Cloudscaling Group, Inc.
- Type: Private
- Industry: Cloud computing
- Founded: San Francisco, California, United States (2006)
- Founder: Randy Bias, Adam Waters
- Headquarters: San Francisco, California, U.S.
- Website: www.cloudscaling.com

= Cloudscaling =

The Cloudscaling Group, Inc., was a software company based in San Francisco, California, USA. The company’s Open Cloud System is a cloud computing system based on the OpenStack open-source software project. It is used to deploy infrastructure as a service (IaaS) public, private and hybrid clouds that support applications typically found on public cloud infrastructures such as Amazon Web Services or Google Compute Engine. These applications are often referred to as cloud-ready applications, which Cloudscaling refers to as dynamic applications and are contrasted with traditional enterprise IT applications.

==History==
Cloudscaling was founded in 2006 by Randy Bias and Adam Waters. It started as a professional services company selling custom cloud infrastructure for large service providers, chiefly telecom service providers. The company’s engineering team had previously worked on cloud projects for Yahoo!, Amazon Web Services, VMware and Puppet Labs. KT Corporation (formerly Korea Telecom) was an early customer, for which the company in 2010 designed and deployed a cloud with CloudStack software and another that was the first OpenStack storage cloud (Swift) outside of Rackspace. Cloudscaling also designed and deployed an OpenStack Swift storage cloud for Internap in 2011.
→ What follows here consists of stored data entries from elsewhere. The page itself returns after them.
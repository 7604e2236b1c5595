namespace SpecLint.Core.Analysis.Tolerance;

/// <summary>One bin of a histogram: [From, To) and its count.</summary>
/// <param name="From">Lower edge.</param>
/// <param name="To">Upper edge.</param>
/// <param name="Count">Samples in the bin.</param>
public sealed record HistogramBin(double From, double To, int Count);
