namespace SpecLint.Core.Analysis.Tolerance;

/// <summary>Compares points of the box by value, so a point reached twice is analysed once.</summary>
internal sealed class PointComparer : IEqualityComparer<double[]>
{
    public static PointComparer Instance { get; } = new();

    public bool Equals(double[]? x, double[]? y) =>
        ReferenceEquals(x, y) || (x is not null && y is not null && x.AsSpan().SequenceEqual(y));

    public int GetHashCode(double[] obj)
    {
        ArgumentNullException.ThrowIfNull(obj);
        var h = new HashCode();
        foreach (var v in obj)
        {
            h.Add(v);
        }

        return h.ToHashCode();
    }
}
In February 2012, the company shifted its focus to become a product company, announcing version 1.0 of Open Cloud System.

In early 2013, the company announced the general availability of Open Cloud System 2.0 and announced Ubisoft, Living Social and EVault as reference customers. The company in April signed partnerships with both Seagate Technology and Juniper Networks, both of which joined Trinity Ventures in a Series B round valued at $10 million.

In October 2014, the company was purchased by EMC Corporation for an undisclosed sum.